Kenya: Omamo Urges South Sudan, Ethiopia, DR Congo to Emulate Kenyatta Handshake With Odinga for Peace

South Sudan Women receiving aid (file photo).

Nairobi — Foreign Affairs Cabinet Secretary Raychelle Omamo has urged parties in the South Sudan, Ethiopia and Democratic Republic of Congo conflicts to emulate the handshake between President Kenyatta and Raila Odinga.

Speaking during a meeting with various ambassadors on Monday, Omamo indicated that this is the only way to foster peace within the region.

She emphasised the need for both parties not to be rigid but to give way to dialogue which will in turn result in good relations between opponents.

The latest clashes in Sudan’s Darfur region between Arab and non-Arab groups have left more than 100 people killed, a tribal leader said on Monday.

“The fighting killed 117 people and left 14 villages burnt in the locality of Kolbus in West Darfur,” said Ibrahim Hashem, a leader in the ethnic African Gimir tribe.

Hashem said the fighting took place between the Gimir and the Arab Rizeigat tribe.
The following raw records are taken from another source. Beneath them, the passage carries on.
//! Static timing against hand computation.
//!
//! The delay model is the one docs/library-format.md documents: a cell's
//! delay is `intrinsic + per_load * load`, the load of a net is the sum of
//! the `input_load` of the pins it drives plus `primary_output_load` per
//! primary output or storage data input it drives, and inputs arrive at 0.
//! The cmos-le library encodes the logical-effort model (Sutherland, Sproull
//! and Harris, "Logical Effort", 1999, via PROVENANCE.md: d = g h + p in
//! units of tau, inverter g = 1, p = 1; NAND2 g = 4/3, NOR2 g = 5/3,
//! p = 2): for unit-sized gates `intrinsic` is the parasitic delay p and
//! `input_load` the logical effort g, so an inverter driving four inverters
//! has d = 1 + 4 = 5, the published fanout-of-4 delay. Every figure below is
//! worked out by hand in the comment beside it.

use assert_cmd::Command;
use ribbonmap::library::Library;
use ribbonmap::netlist::{
    analyze_timing, Driver, MappedNetlist, Port, StorageInstance, TimingReport,
};
use ribbonmap::network::InitValue;

const EPS: f64 = 1e-12;

/// A netlist under construction with named inputs.
struct Builder<'a> {
    lib: &'a Library,
    nl: MappedNetlist,
}

impl<'a> Builder<'a> {
    fn new(lib: &'a Library, inputs: &[&str]) -> Builder<'a> {
        let mut nl = MappedNetlist {
            name: "hand".into(),
            library: lib.name.clone(),
            ..MappedNetlist::default()
        };
        for (i, name) in inputs.iter().enumerate() {
            let net = nl.add_net(name.to_string(), Driver::Input(i as u32));
            nl.inputs.push(Port {
                name: name.to_string(),
                net,
            });
        }
        Builder { lib, nl }
    }

    fn net(&self, name: &str) -> u32 {
        self.nl
            .nets
            .iter()
            .position(|n| n.name == name)
            .unwrap_or_else(|| panic!("no net {name}")) as u32
    }

    fn cell(&mut self, cell: &str, inputs: &[&str], out: &str) {
        let index = self.lib.cell_index(cell).expect("library cell") as u32;
        let inputs = inputs.iter().map(|n| self.net(n)).collect();
        self.nl.add_instance(index, inputs, out.to_string());
    }

    fn output(&mut self, net: &str) {
        let net = self.net(net);
        self.nl.outputs.push(Port {
            name: self.nl.nets[net as usize].name.clone(),
            net,
        });
    }

    fn timing(&self) -> TimingReport {
        analyze_timing(&self.nl, self.lib)
    }

    fn arrival(&self, t: &TimingReport, net: &str) -> f64 {
        t.arrival[self.net(net) as usize]
    }

    fn load(&self, t: &TimingReport, net: &str) -> f64 {
        t.load[self.net(net) as usize]
    }
}

fn path(t: &TimingReport) -> Vec<(String, Option<String>)> {
    t.critical_path
        .iter()
        .map(|s| (s.net.clone(), s.cell.clone()))
        .collect()
}

fn step(net: &str, cell: Option<&str>) -> (String, Option<String>) {
    (net.to_string(), cell.map(str::to_string))
}

fn close(got: f64, want: f64, what: &str) {
    assert!((got - want).abs() < EPS, "{what}: got {got}, want {want}");
}

#[test]
fn fanout_of_four_inverter_has_the_published_delay_of_five() {
    let lib = Library::builtin("cmos-le").unwrap();
    let mut b = Builder::new(&lib, &["a"]);
    b.cell("inv", &["a"], "x");
    for k in 0..4 {
        b.cell("inv", &["x"], &format!("y{k}"));
        b.output(&format!("y{k}"));
    }
    let t = b.timing();
    // x drives four inverter inputs of g = 1: h = 4, d = g h + p = 4 + 1 = 5
    // (Sutherland, Sproull and Harris 1999: the FO4 delay is 5 tau).
    close(b.load(&t, "x"), 4.0, "load of x");
    close(b.arrival(&t, "x"), 5.0, "FO4 delay");
    // Each yk drives one primary output (load 1): 5 + 1 + 1 = 7.
    for k in 0..4 {
        close(b.arrival(&t, &format!("y{k}")), 7.0, "yk");
    }
    close(t.delay, 7.0, "delay");
    assert_eq!(t.depth, 2);
    // All four ends tie; the report names the first one.
    assert_eq!(
        path(&t),
        [
            step("a", None),
            step("x", Some("inv")),
            step("y0", Some("inv"))
        ]
    );
    close(t.critical_path[1].arrival, 5.0, "path arrival at x");
    close(t.critical_path[2].arrival, 7.0, "path arrival at y0");
}

#[test]
fn nor_into_nand_on_cmos_le() {
    let lib = Library::builtin("cmos-le").unwrap();
    let mut b = Builder::new(&lib, &["a", "b", "c"]);
    b.cell("nor2", &["a", "b"], "n1");
    // The late signal enters on the second pin, so the path must follow the
    // latest input, not the first.
    b.cell("nand2", &["c", "n1"], "y");
    b.output("y");
    let t = b.timing();
    // Loads: a and b drive a NOR2 pin (g = 5/3), c and n1 a NAND2 pin
    // (g = 4/3), y one primary output (1).
    close(b.load(&t, "a"), 5.0 / 3.0, "load of a");
    close(b.load(&t, "c"), 4.0 / 3.0, "load of c");
    close(b.load(&t, "n1"), 4.0 / 3.0, "load of n1");
    close(b.load(&t, "y"), 1.0, "load of y");
    // n1: p = 2 plus 4/3 = 10/3; y: 10/3 + 2 + 1 = 19/3.
    close(b.arrival(&t, "n1"), 10.0 / 3.0, "n1");
    close(b.arrival(&t, "y"), 19.0 / 3.0, "y");
    close(t.delay, 19.0 / 3.0, "delay");
    assert_eq!(t.depth, 2);
    assert_eq!(
        path(&t),
        [
            step("a", None),
            step("n1", Some("nor2")),
            step("y", Some("nand2"))
        ]
    );
}

#[test]
fn the_latest_end_point_wins_and_depth_counts_cells_not_delay() {
    let lib = Library::builtin("cmos-le").unwrap();
    let mut b = Builder::new(&lib, &["a", "b"]);
    // Two inverters in a row to one output, a heavily loaded NOR2 to the
    // other: the deeper path is not the slower one.
    b.cell("inv", &["a"], "i1");
    b.cell("inv", &["i1"], "y");
    b.cell("nor2", &["a", "b"], "z");
    b.cell("inv", &["z"], "w1");
    b.cell("inv", &["z"], "w2");
    b.cell("inv", &["z"], "w3");
    b.output("y");
    b.output("z");
    // i1: 1 + 1 = 2; y: 2 + 1 + 1 = 4.
    // z drives three inverters and an output: load 4, arrival 2 + 4 = 6.
    let t = b.timing();
    close(b.arrival(&t, "i1"), 2.0, "i1");
    close(b.arrival(&t, "y"), 4.0, "y");
    close(b.load(&t, "a"), 1.0 + 5.0 / 3.0, "load of a");
    close(b.arrival(&t, "z"), 6.0, "z");
    // The inverters w1..w3 drive nothing and are no end points: 6 + 1.
    close(b.arrival(&t, "w1"), 7.0, "w1");
    close(t.delay, 6.0, "delay");
    assert_eq!(t.depth, 2, "depth of y");
    assert_eq!(path(&t), [step("a", None), step("z", Some("nor2"))]);
}

#[test]
fn ribbon3_chain_with_a_shared_net() {
    let lib = Library::builtin("ribbon3").unwrap();
    let mut b = Builder::new(&lib, &["a", "b", "c"]);
    b.cell("and2", &["a", "b"], "n1");
    b.cell("xor2", &["n1", "c"], "s");
    b.output("s");
    b.output("n1");
    let t = b.timing();
    // libraries/ribbon3.json (derived from the demo kit): and2 4.2505 ps +
    // 1.25939 ps per load; xor2 4.18168 ps + 1.25556 ps per load, input load
    // 1.1; primary output load 1.
    // n1 drives an xor2 pin and an output: load 2.1, arrival
    // 4.2505 + 1.25939 * 2.1 = 6.895219; s: 6.895219 + 4.18168 + 1.25556 * 1
    // = 12.332459.
    close(b.load(&t, "n1"), 2.1, "load of n1");
    close(b.arrival(&t, "n1"), 6.895219, "n1");
    close(b.arrival(&t, "s"), 12.332459, "s");
    close(t.delay, 12.332459, "delay");
    assert_eq!(t.depth, 2);
    assert_eq!(
        path(&t),
        [
            step("a", None),
            step("n1", Some("and2")),
            step("s", Some("xor2"))
        ]
    );
}

#[test]
fn storage_data_inputs_are_end_points_and_storage_outputs_start_at_zero() {
    let lib = Library::builtin("cmos-le").unwrap();
    let mut b = Builder::new(&lib, &["a"]);
    let q = b.nl.add_net("q".into(), Driver::Storage(0));
    b.nl.add_net("zero".into(), Driver::Constant(false));
    b.cell("nand2", &["a", "q"], "d1");
    b.cell("nor2", &["d1", "zero"], "d");
    b.cell("inv", &["a"], "y");
    b.output("y");
    let d = b.net("d");
    b.nl.storage.push(StorageInstance {
        name: "q".into(),
        cell: None,
        data: d,
        output: q,
        clock: None,
        init: InitValue::Zero,
        kind: None,
    });
    let t = b.timing();
    // q and the constant arrive at 0; q drives a NAND2 pin (load 4/3).
    close(b.arrival(&t, "q"), 0.0, "q");
    close(b.load(&t, "q"), 4.0 / 3.0, "load of q");
    close(b.load(&t, "zero"), 5.0 / 3.0, "load of the constant");
    // d1: 2 + 5/3 = 11/3; d: 11/3 + 2 + 1 (a storage data input counts as
    // a primary output) = 20/3; y: 1 + 1 = 2.
    close(b.arrival(&t, "d1"), 11.0 / 3.0, "d1");
    close(b.load(&t, "d"), 1.0, "load of d");
    close(b.arrival(&t, "d"), 20.0 / 3.0, "d");
    close(t.delay, 20.0 / 3.0, "delay");
    assert_eq!(t.depth, 2);
    assert_eq!(
        path(&t),
        [
            step("a", None),
            step("d1", Some("nand2")),
            step("d", Some("nor2"))
        ]
    );
}

#[test]
fn empty_and_wire_only_netlists_have_no_delay() {
    let lib = Library::builtin("ribbon3").unwrap();
    let mut b = Builder::new(&lib, &["a"]);
    let t = b.timing();
    assert_eq!((t.delay, t.depth), (0.0, 0));
    assert!(t.critical_path.is_empty());
    b.output("a");
    let t = b.timing();
    assert_eq!((t.delay, t.depth), (0.0, 0));
    close(b.load(&t, "a"), 1.0, "an output's load");
    assert_eq!(path(&t), [step("a", None)]);
}

fn map_json(lib: &str, blif: &str, extra: &[&str]) -> serde_json::Value {
    let dir = tempfile::tempdir().unwrap();
    let path = dir.path().join("c.blif");
    std::fs::write(&path, blif).unwrap();
    let out = Command::cargo_bin("ribbonmap")
        .unwrap()
        .env("RIBBONMAP_CACHE_DIR", dir.path())
        .args([
            "map",
            path.to_str().unwrap(),
            "--lib",
            lib,
            "--format",
            "json",
        ])
        .args(extra)
        .output()
        .unwrap();
    assert!(
        out.status.success(),
        "{}",
        String::from_utf8_lossy(&out.stderr)
    );
    serde_json::from_slice(&out.stdout).unwrap()
}

const FULL_ADDER: &str = ".model fa\n.inputs a b c\n.outputs s co\n.names a b c s\n100 1\n010 1\n001 1\n111 1\n.names a b c co\n11- 1\n1-1 1\n-11 1\n.end\n";

#[test]
fn map_report_of_a_full_adder_on_ribbon3() {
    let v = map_json("ribbon3", FULL_ADDER, &[]);
    // ribbon3 has xor3 and maj3: one cell per output (by hand). s: xor3
    // 4.20333 ps + 1.51517 ps * 1 = 5.7185 ps; co: maj3 4.03695 + 1.49523
    // = 5.53218 ps (libraries/ribbon3.json). The latest end is s, reached
    // from one of the inputs (all arrive at 0; the mapper chooses the pin
    // order).
    assert_eq!(v["cell_count"], 2, "{v}");
    assert_eq!(v["depth"], 1);
    close(v["delay"].as_f64().unwrap(), 5.7185, "delay");
    assert_eq!(v["units"]["delay"], "ps");
    let path = v["critical_path"].as_array().unwrap();
    assert_eq!(path.len(), 2, "{v}");
    assert!(["a", "b", "c"].contains(&path[0].as_str().unwrap()), "{v}");
    assert_eq!(path[1], "s (xor3)");
}

#[test]
fn map_report_of_a_nand_on_cmos_le_in_text() {
    let dir = tempfile::tempdir().unwrap();
    let path = dir.path().join("n.blif");
    std::fs::write(
        &path,
        ".model n\n.inputs a b\n.outputs y\n.names a b y\n0- 1\n-0 1\n.end\n",
    )
    .unwrap();
    let out = Command::cargo_bin("ribbonmap")
        .unwrap()
        .env("RIBBONMAP_CACHE_DIR", dir.path())
        .args(["map", path.to_str().unwrap(), "--lib", "cmos-le"])
        .output()
        .unwrap();
    assert!(out.status.success());
    let text = String::from_utf8(out.stdout).unwrap();
    // One NAND2 driving the output: p = 2 plus one output load, 3 tau; area
    // 4 transistors (common practice), depth 1.
    for line in [
        "cells     1",
        "area      4.00 transistors",
        "depth     1",
        "delay     3.000 tau",
        "critical path, start first",
    ] {
        assert!(
            text.lines().any(|l| l.trim_end() == line),
            "no line {line:?} in\n{text}"
        );
    }
    let lines: Vec<&str> = text.lines().collect();
    let at = lines
        .iter()
        .position(|l| *l == "critical path, start first")
        .unwrap();
    // A header, then one stage a line: cell, net, load, stage delay,
    // arrival. The input's stage starts at 0; the NAND's stage takes
    // p + g * h = 2 + (4/3) * (3/4) = 3 tau (its output drives one unit
    // load: primary_output_load 1, logical effort 4/3 over an input
    // capacitance of 4/3 unit pins).
    assert_eq!(lines.len(), at + 4, "{text}");
    let input: Vec<&str> = lines[at + 2].split_whitespace().collect();
    assert_eq!(input[0], "(input)", "{text}");
    assert!(["a", "b"].contains(&input[1]), "{text}");
    assert_eq!(&input[3..], ["0.000", "0.000"], "{text}");
    let nand: Vec<&str> = lines[at + 3].split_whitespace().collect();
    assert_eq!(nand, ["nand2", "y", "1.000", "3.000", "3.000"], "{text}");
}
A rebel group in eastern DR Congo that the government accuses of being supported by Rwanda has overrun a trading hub on the border with Uganda, local sources said on Monday.

M23 fighters seized the town of Bunagana in North Kivu province as some government forces retreated into Uganda, they said.

Bunagana “is under enemy control,” a Congolese officer said, who was reached by AFP by phone from Goma.

“The army has just given way and is heading into Uganda,” said Damien Sebusanane, head of a local civil society association, who was on the Ugandan side of the border with the Democratic Republic of Congo (DRC).

“An army truck has just gone past, four jeeps and other vehicles which are full of soldiers,” he said, estimating the number of DRC troops retreating into Uganda at around 100.

A humanitarian source on the ground said that heavy clashes broke out again on Sunday morning and the only way out for the embattled DRC troops was to cross into Uganda.

In Ethiopia, the Tigray People’s Liberation Front (TPLF), which ruled the country for more than three decades before Abiy came to power in 2018, has been designated a terrorist group by the current government.